Where “nothing to hide” fails as logic - DASD
http://www.zephoria.org/thoughts/archives/2013/06/10/nothing-to-hide.html

======
heliostatic
I really like Daniel Solove's paper on this question, "I've Got Nothing to
Hide" and Other Misunderstandings of Privacy. In it, he cites the kind of
response most people here have given as common and effective in the extreme
case, but also notes that the flip responses such as "well then, let me read
your email" don't work for stronger, subtler versions of the "nothing to hide"
argument.

The gist of the paper is that the easy answers already concede too much; they
admit a very narrow definition of privacy. Namely, that privacy is the right
of seclusion. Instead, he advances a broader conception of privacy (from his
longer Taxonomy of Privacy) and identifies societal goods from privacy.

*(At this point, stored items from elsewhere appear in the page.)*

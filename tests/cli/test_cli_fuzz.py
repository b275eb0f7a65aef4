"""The write commands on arbitrary numbers and strings, one option at a time (hypothesis).

Each case takes a command line that works and replaces one option's value with anything: huge
integers (309 digits and more), floats with NaN and infinity, values at the edges of
``blotter.limits``, times in year 1, text. Whatever it is, ``blotter`` exits 0 (accepted), or 1
or 2 with an ``Error:`` message, never with a traceback; on a refusal the book's rows are
exactly as before. CSV imports get the same treatment cell by cell, and a refusal names the
line and the column.
"""

from __future__ import annotations

import sqlite3
from pathlib import Path

import pytest
from click.testing import CliRunner
from hypothesis import HealthCheck, given, settings
from hypothesis import strategies as st

from blotter.cli import main

HUGE = "1" + "0" * 309
"""310 digits: past float64."""

SPECIAL = (
    HUGE, "-" + HUGE, HUGE + "0" * 100, "1e300", "-1e300", "1e-300", "4e-9", "5e-9", "1e999",
    "nan", "inf", "-inf", "0", "-0", "1", "-1", "0.5", "9223372036854775807",
    "9223372036854775808", "-9223372036854775809", "18446744073709551616", "10000000", "10000001",
    "1000000000000", "0.000001", "0.0000009", "0001-01-01T00:00:00Z", "0999-12-31T23:59:59Z",
    "1899-12-31T23:59:59Z", "2200-01-01T00:00:00Z", "9999-12-31T23:59:59+14:00",
    "0001-01-01T00:00:00", "0001-01-01", "9999-12-31", "2027-02-30", "2027-03-19", "25%",
    "1000%", "-100%", "", " ", "1,000", "0x10", "1_000", "١٢", "\x00", "--help",
)
"""Values at and past the bounds, and texts that trip a naive float() or int()."""

VALUES = st.one_of(
    st.sampled_from(SPECIAL),
    st.integers(min_value=-(10**400), max_value=10**400).map(str),
    st.integers(min_value=-(10**6), max_value=10**6).map(str),
    st.floats().map(repr),
    st.text(max_size=12),
)

SETTINGS = settings(
    max_examples=25,
    deadline=None,
    derandomize=True,
    suppress_health_check=[HealthCheck.function_scoped_fixture, HealthCheck.too_slow],
)
"""A fixed set of examples per case, so a run is repeatable and takes a few seconds."""

BOOK = ("--book", "equity-vol")
OPTION = ("--expiry", "2027-03-19", "--strike", "190", "--call")

CASES: dict[str, tuple[tuple[str, ...], str]] = {
    "trade add SYMBOL": (("trade", "add", "{}", "--qty", "1", "--price", "2", *BOOK), "{}"),
    "trade add --qty": (("trade", "add", "DEMOA", "--qty", "{}", "--price", "2", *BOOK), "{}"),
    "trade add --price": (("trade", "add", "DEMOA", "--qty", "1", "--price", "{}", *BOOK), "{}"),
    "trade add --strike": (
        ("trade", "add", "DEMOA", "--qty", "1", "--price", "2", *BOOK, "--expiry", "2027-03-19",
         "--call", "--strike", "{}"),
        "{}",
    ),
    "trade add --expiry": (
        ("trade", "add", "DEMOA", "--qty", "1", "--price", "2", *BOOK, "--strike", "190",
         "--call", "--expiry", "{}"),
        "{}",
    ),
    "trade add --multiplier": (
        ("trade", "add", "DEMOA", "--qty", "1", "--price", "2", *BOOK, *OPTION, "--multiplier",
         "{}"),
        "{}",
    ),
    "trade add --time": (
        ("trade", "add", "DEMOA", "--qty", "1", "--price", "2", *BOOK, "--time", "{}"),
        "{}",
    ),
    "trade add --book": (("trade", "add", "DEMOA", "--qty", "1", "--price", "2", "--book", "{}"),
                         "{}"),
    "trade cancel TRADE_ID": (("trade", "cancel", "{}", "--reason", "fuzz"), "{}"),
    "trade amend TRADE_ID": (("trade", "amend", "{}", "--reason", "fuzz", "--qty", "3"), "{}"),
    "trade amend --qty": (("trade", "amend", "{live}", "--reason", "fuzz", "--qty", "{}"), "{}"),
    "trade amend --price": (("trade", "amend", "{live}", "--reason", "fuzz", "--price", "{}"),
                            "{}"),
    "trade amend --time": (("trade", "amend", "{live}", "--reason", "fuzz", "--time", "{}"),
                           "{}"),
    "mark spot PRICE": (("mark", "spot", "DEMOA", "{}"), "{}"),
    "mark vol EXPIRY": (("mark", "vol", "DEMOA", "{}", "25%"), "{}"),
    "mark vol VOL": (("mark", "vol", "DEMOA", "2027-03-19", "{}"), "{}"),
    "mark vol --strike": (("mark", "vol", "DEMOA", "2027-03-19", "25%", "--strike", "{}"), "{}"),
    "mark rate TENOR_DAYS": (("mark", "rate", "USD", "{}", "4%"), "{}"),
    "mark rate RATE": (("mark", "rate", "USD", "90", "{}"), "{}"),
    "mark divyield Q": (("mark", "divyield", "DEMOA", "{}"), "{}"),
    "mark close --corrects": (("mark", "close", "--corrects", "{}"), "{}"),
    "underlying add --multiplier": (
        ("underlying", "add", "ZZZ", "--kind", "stock", "--currency", "USD", "--multiplier", "{}"),
        "{}",
    ),
    "underlying add --beta": (
        ("underlying", "add", "ZZZ", "--kind", "stock", "--currency", "USD", "--multiplier", "100",
         "--beta", "{}"),
        "{}",
    ),
    "underlying add --div-yield": (
        ("underlying", "add", "ZZZ", "--kind", "stock", "--currency", "USD", "--multiplier", "100",
         "--div-yield", "{}"),
        "{}",
    ),
    "underlying add --cutoff": (
        ("underlying", "add", "ZZZ", "--kind", "stock", "--currency", "USD", "--multiplier", "100",
         "--cutoff", "{}"),
        "{}",
    ),
}
"""Each case: a command that works, with ``{}`` where the fuzzed value goes and ``{live}`` where
the id of a live trade goes (so an amend reaches the value instead of "already cancelled")."""


def book_rows(db: Path) -> list[str]:
    """Every row of every table, as SQL text: equal lists mean an unchanged book."""
    con = sqlite3.connect(f"file:{db}?mode=ro", uri=True)
    try:
        return list(con.iterdump())
    finally:
        con.close()


def invoke(args: list[str]) -> tuple[int, str, BaseException | None]:
    result = CliRunner().invoke(main, args, catch_exceptions=True)
    exc = result.exception
    return result.exit_code, result.output + result.stderr, (
        None if exc is None or isinstance(exc, SystemExit) else exc
    )


NOT_UTF8 = b"x\xffy".decode("utf-8", "surrogateescape")
"""A command-line word whose bytes were not UTF-8, as Python passes it on."""


def check_refused_or_done(db: Path, args: list[str]) -> tuple[int, str]:
    """Run ``blotter --db DB ARGS``; assert no traceback, and an unchanged book on refusal."""
    before = book_rows(db)
    code, output, exc = invoke(["--db", str(db), *args])
    assert exc is None, f"{args!r} raised {exc!r}"
    assert "Traceback" not in output, (args, output)
    assert code in (0, 1, 2), (args, code, output)
    if code != 0:
        assert "Error" in output, (args, output)
        assert book_rows(db) == before, f"{args!r} was refused but changed the book"
    return code, output


def live_trade(db: Path) -> str:
    """The id of the newest trade that is neither cancelled nor amended."""
    con = sqlite3.connect(f"file:{db}?mode=ro", uri=True)
    try:
        row = con.execute(
            "SELECT max(trade_id) FROM trade WHERE trade_id NOT IN (SELECT trade_id FROM "
            "trade_cancel)"
        ).fetchone()
    finally:
        con.close()
    return str(row[0])


@pytest.fixture(autouse=True)
def _own_data_dir(tmp_path: Path, monkeypatch: pytest.MonkeyPatch) -> None:
    """Nothing a command writes lands outside this test's folder."""
    monkeypatch.setenv("XDG_DATA_HOME", str(tmp_path / "xdg"))
    monkeypatch.delenv("BLOTTER_DB", raising=False)
    monkeypatch.chdir(tmp_path)


@pytest.mark.parametrize("case", sorted(CASES))
def test_a_write_command_refuses_any_value_in_words(demo_db: Path, case: str) -> None:
    template, _ = CASES[case]

    @SETTINGS
    @given(VALUES)
    def one(value: str) -> None:
        fill = {"{}": value, "{live}": live_trade(demo_db)}
        check_refused_or_done(demo_db, [fill.get(a, a) for a in template])

    one()


@pytest.mark.parametrize(
    "column", ["quantity", "price", "strike", "expiry", "trade_time", "multiplier"]
)
def test_a_trade_import_refuses_any_cell_naming_its_line_and_column(
    demo_db: Path, tmp_path: Path, column: str
) -> None:
    good = {
        "book": "equity-vol", "symbol": "DEMOA", "type": "C", "expiry": "2027-03-19",
        "strike": "190", "quantity": "1", "price": "2", "trade_time": "2026-11-30T15:00:00Z",
        "multiplier": "100",
    }
    seen = [0]

    @SETTINGS
    @given(VALUES.filter(lambda v: "\n" not in v and "\r" not in v and "\x00" not in v))
    def one(value: str) -> None:
        seen[0] += 1
        path = tmp_path / f"t{seen[0]}.csv"
        cells = good | {column: value}
        quoted = ['"' + c.replace('"', '""') + '"' for c in cells.values()]
        path.write_text(
            ",".join(cells) + "\n" + ",".join(good.values()) + "\n" + ",".join(quoted) + "\n",
            encoding="utf-8",
        )
        code, output = check_refused_or_done(demo_db, ["trade", "import", str(path)])
        if code == 1 and "nothing imported" in output and "problem" in output:
            assert f"line 3, column '{column}'" in output, output

    one()


@pytest.mark.parametrize(
    ("args", "fragment"),
    [
        (("trade", "cancel", "9223372036854775808", "--reason", "x"), "trade id must be from 1"),
        (("trade", "amend", "9223372036854775808", "--reason", "x", "--qty", "2"),
         "trade id must be from 1"),
        (("mark", "close", "--corrects", "9223372036854775808"), "must be from 1 to 9,223,372"),
        (("trade", "add", "DEMOA", "--qty", HUGE, "--price", "1", *BOOK),
         "quantity must be from -1e+12 to 1e+12"),
        (("mark", "rate", "USD", HUGE, "4%"), "tenor must be from 1 to 36,500 days"),
        (("trade", "add", "DEMOA", "--qty", "1", "--price", "1", *BOOK, "--multiplier", "1e300"),
         "multiplier must be from 1e-06 to 10,000,000 units per contract"),
        (("trade", "add", "DEMOA", "--qty", "1", "--price", "1", *BOOK, "--expiry", "2027-03-19",
          "--call", "--strike", "4e-9"), "strike must be from 1e-06"),
        (("trade", "add", "DEMOA", "--qty", "1", "--price", "1", *BOOK, "--time",
          "0999-06-01T12:00:00Z"), "time must be from 1900-01-01"),
        (("whatif", f"bdays {HUGE}"), "bdays must be from 0 to 2,520"),
        (("whatif", "bdays 99999999"), "bdays must be from 0 to 2,520"),
        (("whatif", "spot -1%", "--at", "0001-01-01T00:00:00Z"), "time must be from 1900-01-01"),
        (("risk", "--at", "0001-01-01T00:00:00Z"), "time must be from 1900-01-01"),
        (("grid", "--spot", HUGE), "spot must be above -100% and at most +1,000%"),
        (("demo", "--out", "never.db", "--positions", HUGE), "not in the range"),
        (("grid", "--days", "nan"), "is not a finite number"),
        (("trade", "list", "--since", "0001-01-01"),
         "Invalid value for --since: time must be from 1900-01-01 to before 2200-01-01, got "
         "0001-01-01"),
        (("trade", "add", "DEMOA", "--qty", "1", "--price", "1", *BOOK, "--time", "garbage"),
         "Invalid value for --time"),
        (("trade", "add", "DEMOA", "--qty", "1", "--price", "nan", *BOOK), "not a finite number"),
        # Text whose bytes were not UTF-8 (Python holds them as lone surrogates).
        (("trade", "add", "DEMOA", "--qty", "1", "--price", "1", *BOOK, "--note", NOT_UTF8),
         "not valid UTF-8"),
        (("mark", "close", "--note", NOT_UTF8), "not valid UTF-8"),
        (("trade", "cancel", "1", "--reason", NOT_UTF8), "not valid UTF-8"),
        (("underlying", "add", "ZZQ", "--kind", "stock", "--currency", "USD", "--multiplier",
          "100", "--description", NOT_UTF8), "not valid UTF-8"),
        (("trade", "add", "DEMOA", "--qty", "1", "--price", "1", "--new-book", "--book",
          NOT_UTF8), "not valid UTF-8"),
    ],
)
def test_the_reported_inputs_get_a_message_and_change_nothing(
    demo_db: Path, args: tuple[str, ...], fragment: str
) -> None:
    code, output = check_refused_or_done(demo_db, list(args))
    assert code in (1, 2) and fragment in output, output
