"""Every report values what it can when one name lacks its marks, and lists what it left out.

Reference: QuantLib 1.44 AnalyticEuropeanEngine values the one valued option (European call,
S 100, K 100, r 4%, q 0, σ 25%, whole days of Actual365Fixed from 2026-12-01 20:00 UTC to the
16:00 New York close of ``EXPIRY``, ``days_to``).
"""

from __future__ import annotations

import csv
import io
import json
from collections.abc import Iterator
from datetime import UTC, datetime
from pathlib import Path
from typing import Any

import pytest
from cli_helpers import run
from ql_reference import EXPIRY, days_to, european

from blotter import store as store_mod

T0 = "2026-12-01T20:00:00Z"


def _ql_call(spot: float) -> float:
    return european(True, spot, 100.0, 0.04, 0.25, days_to(EXPIRY))


@pytest.fixture
def half_marked(tmp_path: Path) -> Iterator[str]:
    """A book of two names: AAA fully marked, CCC with no mark at all; the store's clock reads
    half an hour after the trades, so a close written later falls well after their booking."""
    with store_mod.use_clock(lambda: datetime(2026, 12, 1, 20, 30, tzinfo=UTC)):
        yield _half_marked_book(tmp_path)


def _half_marked_book(tmp_path: Path) -> str:
    db = str(tmp_path / "half.db")
    run("create", db, "--book", "desk")
    for sym in ("AAA", "CCC"):
        run("--db", db, "underlying", "add", sym, "--kind", "stock", "--currency", "USD",
            "--multiplier", "100", "--european")
    run("--db", db, "mark", "spot", "AAA", "100")
    run("--db", db, "mark", "vol", "AAA", EXPIRY, "25%")
    run("--db", db, "mark", "rate", "USD", "90", "4%")
    run("--db", db, "trade", "add", "AAA", "--expiry", EXPIRY, "--strike", "100", "--call",
        "--qty", "10", "--price", "9", "--time", T0)
    run("--db", db, "trade", "add", "CCC", "--expiry", EXPIRY, "--strike", "20", "--put",
        "--qty", "-5", "--price", "1", "--time", T0)
    return db


def _unvalued_is_ccc(out: dict[str, Any]) -> None:
    assert out["partial"] is True
    (u,) = out["unvalued"]
    assert u["underlying"] == "CCC" and u["contract"].startswith(f"CCC {EXPIRY} 20")
    assert [(m["mark"], m["command"]) for m in u["missing"]] == [
        ("spot", "blotter mark spot CCC PRICE"),
        ("vol", "blotter mark vol CCC YYYY-MM-DD VOL"),
    ]


def test_risk_values_the_marked_name_and_lists_the_other(half_marked: str) -> None:
    out = json.loads(run("--db", half_marked, "risk", "--at", T0, "--json").stdout)
    assert out["total"]["value"] == pytest.approx(1000 * _ql_call(100.0), rel=1e-9)
    assert [r["underlying"] for r in out["by_underlying"]] == ["AAA"]
    _unvalued_is_ccc(out)
    table = run("--db", half_marked, "risk", "--at", T0).stdout
    assert "total of valued" in table
    assert "1 position not valued" in table and "blotter mark spot CCC PRICE" in table
    csv_run = run("--db", half_marked, "risk", "--at", T0, "--csv")
    rows = list(csv.DictReader(io.StringIO(csv_run.stdout)))
    assert [r["underlying"] for r in rows] == ["AAA", "total"]
    assert "not valued" in csv_run.stderr and "blotter mark spot CCC PRICE" in csv_run.stderr


def test_whatif_ladder_and_explain_value_the_rest(half_marked: str) -> None:
    out = json.loads(
        run("--db", half_marked, "whatif", "spot -3%", "--at", T0, "--json").stdout
    )
    change = 1000 * (_ql_call(97.0) - _ql_call(100.0))
    assert out["total"]["full"] == pytest.approx(change, rel=1e-9)
    _unvalued_is_ccc(out)
    assert "total of valued" in run("--db", half_marked, "whatif", "spot -3%", "--at", T0).stdout
    lad = json.loads(
        run("--db", half_marked, "grid", "--spot", "-3", "--vol", "0", "--at", T0,
            "--json").stdout
    )
    assert lad["full"][0][0] == pytest.approx(change, rel=1e-9)
    _unvalued_is_ccc(lad)
    assert "of the valued positions" in run("--db", half_marked, "grid", "--at", T0).stdout
    # the 16:00 New York close of 2026-12-01
    with store_mod.use_clock(lambda: datetime(2026, 12, 1, 21, 0, tzinfo=UTC)):
        run("--db", half_marked, "mark", "close")
    ex = json.loads(run("--db", half_marked, "explain", "--to", "now", "--json").stdout)
    assert [r["underlying"] for r in ex["by_underlying"]] == ["AAA"]
    _unvalued_is_ccc(ex)
    assert ex["unvalued"][0]["where"].startswith("start (set")
    # The start is a written close: logging the mark now does not mend it, its correction does.
    close_id = ex["from"]["id"]
    assert ex["unvalued"][0]["correct_closes"] == [close_id]
    text = run("--db", half_marked, "explain", "--to", "now").stdout
    assert "total of valued" in text and "blotter mark spot CCC PRICE" in text
    assert f"then blotter mark close --corrects {close_id}" in text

[http://papers.ssrn.com/sol3/papers.cfm?abstract_id=998565](http://papers.ssrn.com/sol3/papers.cfm?abstract_id=998565)

------
alan_cx
I might have have plenty to hide:

Hemorrhoids Herpes Depression I like to pick my nose I have a sort bit on my
cock I don't wash much I hate pensioners/seniors I hate work I like Justin
Beiber I hate my boss I hate my wife I hate my kids I think all policemen have
issues I don't like how Jews mix race, religion, and politics I'm irrationally
scared of black people

Enough?

Now, if all or some of that were true, none of it is illegal, I would keep
quite and always act appropriately despite my possible opinions, but like hell
would I want people close to me or people I work with knowing any of that, let
alone the government.

I have plenty to hide, maybe the above, maybe not. So, yeah, I have plenty to
worry about.

Any one else?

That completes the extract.